7De nombreuses références à la musique dans le roman du 18e siècle – qu’il s’agisse de la voix ou d’instruments particuliers – restent souvent vagues, « abstraites » et purement allégoriques. Dans la première partie du siècle, la voix et le clavecin sont fréquemment mentionnés dans les romans de Henry Fielding, Richardson ou Smollett. Plus tard, Sterne – qui jouait de la viole de gambe – s’intéresse aussi, quant à lui, aux instruments à cordes frottées, notamment, dans Tristram Shandy (1759-1768), au gré de la transcription littéraire de l’accord d’un violon qui se transforme en scène de désordre verbal [11]. Dans The Man of the World (1773) ou Julia de Roubigné (1777), Henry Mackenzie, porté par la vague « sentimentale » de Laurence Sterne, évoque la musique à seule fin d’attirer l’attention du lecteur sur toute situation dans laquelle la charge émotive et sentimentale est intense et ainsi tisser la toile de fond de la sensibilité mais il ne s’arrête pas à une description précise ou réaliste de tel ou tel instrument : la référence à la musique reste métaphorique et indéterminée.

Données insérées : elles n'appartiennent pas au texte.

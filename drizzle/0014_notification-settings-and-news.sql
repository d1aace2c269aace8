CREATE TABLE `mail_preference` (
	`user_id` varchar(255) NOT NULL,
	`swaps` enum('immediately','daily','off') NOT NULL DEFAULT 'immediately',
	`comments` enum('on','off') NOT NULL DEFAULT 'on',
	`follows` enum('daily','off') NOT NULL DEFAULT 'daily',
	`upkeep` enum('weekly','off') NOT NULL DEFAULT 'off',
	`news` enum('on','off') NOT NULL DEFAULT 'on',
	`results` enum('on','off') NOT NULL DEFAULT 'on',
	`judging` enum('on','off') NOT NULL DEFAULT 'on',
	`updated_at` datetime(3),
	CONSTRAINT `mail_preference_user_id` PRIMARY KEY(`user_id`)
);
--> statement-breakpoint
CREATE TABLE `news_post` (
	`id` bigint unsigned AUTO_INCREMENT NOT NULL,
	`author_id` varchar(255),
	`title` varchar(160) NOT NULL,
	`body` mediumtext NOT NULL,
	`body_html` mediumtext,
	`visibility` enum('public','members') NOT NULL DEFAULT 'members',
	`audience` json NOT NULL,
	`recipients` int,
	`published_at` datetime(3),
	`created_at` datetime(3) NOT NULL DEFAULT CURRENT_TIMESTAMP(3),
	`updated_at` datetime(3),
	CONSTRAINT `news_post_id` PRIMARY KEY(`id`)
);
--> statement-breakpoint
ALTER TABLE `outbox` ADD `category` varchar(16) DEFAULT 'account' NOT NULL;--> statement-breakpoint
ALTER TABLE `mail_preference` ADD CONSTRAINT `mail_preference_user_id_user_id_fk` FOREIGN KEY (`user_id`) REFERENCES `user`(`id`) ON DELETE cascade ON UPDATE no action;--> statement-breakpoint
ALTER TABLE `news_post` ADD CONSTRAINT `news_post_author_id_user_id_fk` FOREIGN KEY (`author_id`) REFERENCES `user`(`id`) ON DELETE set null ON UPDATE no action;--> statement-breakpoint
CREATE INDEX `news_post_published_idx` ON `news_post` (`published_at`);--> statement-breakpoint
-- Today's settings move over before their columns go: a summary an hour becomes the daily digest,
-- the weekly digest the weekly upkeep reminder, announcements both club news and contest results.
INSERT INTO `mail_preference` (`user_id`, `swaps`, `upkeep`, `news`, `results`)
SELECT `id`,
	CASE `notify_messages` WHEN 'each' THEN 'immediately' WHEN 'hourly' THEN 'daily' ELSE 'off' END,
	IF(`weekly_digest`, 'weekly', 'off'),
	IF(`announcements`, 'on', 'off'),
	IF(`announcements`, 'on', 'off')
FROM `user` WHERE `deleted_at` IS NULL;--> statement-breakpoint
UPDATE `outbox` SET `category` = CASE
	WHEN `topic` LIKE 'swap-%' THEN 'swaps'
	WHEN `topic` LIKE 'tank-follow:%' THEN 'follows'
	WHEN `topic` = 'journal-digest' THEN 'upkeep'
	WHEN `topic` LIKE 'contest:%:results:%' THEN 'results'
	WHEN `topic` LIKE 'contest:%:reminder' OR `topic` LIKE 'contest:%:nudge' THEN 'judging'
	ELSE 'account' END;--> statement-breakpoint
ALTER TABLE `user` DROP COLUMN `notify_messages`;--> statement-breakpoint
ALTER TABLE `user` DROP COLUMN `weekly_digest`;--> statement-breakpoint
ALTER TABLE `user` DROP COLUMN `announcements`;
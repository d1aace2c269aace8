import { error, fail, redirect } from '@sveltejs/kit';
import { z } from 'zod';
import { requireRole } from '$lib/server/club/guards';
import * as judging from '$lib/server/contests/judging';
import { ContestError, ContestNotFound } from '$lib/server/contests/errors';
import type { Actions, PageServerLoad } from './$types';

// The scorecard page: the blind entry and the rubric come with the page; the card itself is
// fetched and autosaved by the browser through /api/judging/….
export const load = (async (event) => {
	const viewer = requireRole(event, 'judge', 'admin');
	try {
		return { card: await judging.scorecardPage(viewer, Number(event.params.contest), Number(event.params.number)), judgeId: viewer.id };
	} catch (e) {
		if (e instanceof ContestNotFound) error(404, e.message);
		throw e;
	}
}) satisfies PageServerLoad;

const conflictSchema = z.object({
	confirm: z.literal('yes', { message: 'Tick the box to confirm.' }),
	reason: z.string().trim().min(3, 'Say briefly why, for the admins.').max(judging.CONFLICT_REASON_MAX)
});

export const actions = {
	conflict: async (event) => {
		const viewer = requireRole(event, 'judge', 'admin');
		const form = Object.fromEntries(await event.request.formData());
		const parsed = conflictSchema.safeParse({ confirm: form.confirm ?? '', reason: form.reason ?? '' });
		if (!parsed.success) return fail(400, { conflictError: parsed.error.issues[0]?.message ?? 'Check the form.', reason: String(form.reason ?? '') });
		try {
			await judging.declareConflict(viewer, Number(event.params.contest), Number(event.params.number), parsed.data.reason);
		} catch (e) {
			if (e instanceof ContestNotFound) error(404, e.message);
			if (e instanceof ContestError) return fail(e.status, { conflictError: e.message, reason: parsed.data.reason });
			throw e;
		}
		redirect(303, `/judging/${event.params.contest}?conflict=1`);
	}
} satisfies Actions;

8Toutefois, l’essor du piano-forte en Angleterre dans la seconde moitié du 18e siècle et la présence croissante de sa représentation dans la littérature de l’époque témoignent assurément d’une évolution de la sensibilité. Comme nous l’avons montré par ailleurs (Pierre Dubois, ouvrage cité, p. 236-251), le piano-forte s’impose progressivement aux dépens du clavecin en raison d’une modification profonde de la signification de la musique dans l’imaginaire de cette époque. Il y a une convergence extrêmement forte entre le succès grandissant du piano-forte dans les dernières décennies du 18e siècle en Angleterre et la recherche d’une expression sensible détachée de toute référence sémantique et portée par la seule musique instrumentale. Instrument trouble et délicat, nimbé de brumes mystérieuses ou de clair-obscur, qui traduit chaque émotion de l’interprète au gré d’un parcours évolutif dans la temporalité, le piano-forte place l’expression au centre de l’équation musicale. Comme on le voit notamment dans les romans de Jane Austen, le piano-forte est alors souvent associé à la pratique féminine de la musique. Les passages qui mettent en scène le piano-forte dans Pride and Prejudice (1813), notamment lorsqu’Elizabeth doit jouer devant Lady Catherine de Bourgh, les scènes de séduction autour de l’instrument de Marianne Dashwood dans Sense and Sensibility (1811), ou encore l’arrivée mystérieuse du piano de Jane Fairfax dans Emma (1815) témoignent de la prégnance de l’instrument dans l’univers domestique des classes moyennes supérieures et aristocratiques de cette époque. Par sa disposition et sa forme mêmes, le piano-forte possède en lui-même une qualité décorative semblable à celle de tout autre élément du mobilier. Son aspect visuel fait partie intégrante de son charme et c’est ce qui peut expliquer sa présence dans nombre de scènes littéraires de séduction. Mais il est également emblématique de l’espace domestique et de stabilité, de sécurité, de confort intérieur, comme, par exemple, à la fin de Helen (1834) de Maria Edgeworth, où, dans une scène pathétique préludant à la mort de Lady Davenant, mère de Lady Cecilia et également protectrice de l’héroïne Helen, le piano-forte symbolise l’innocence et le regret de l’harmonie enfuie de l’enfance et évoque à la fois le confort domestique de la demeure et les valeurs morales de Lady Davenant [12].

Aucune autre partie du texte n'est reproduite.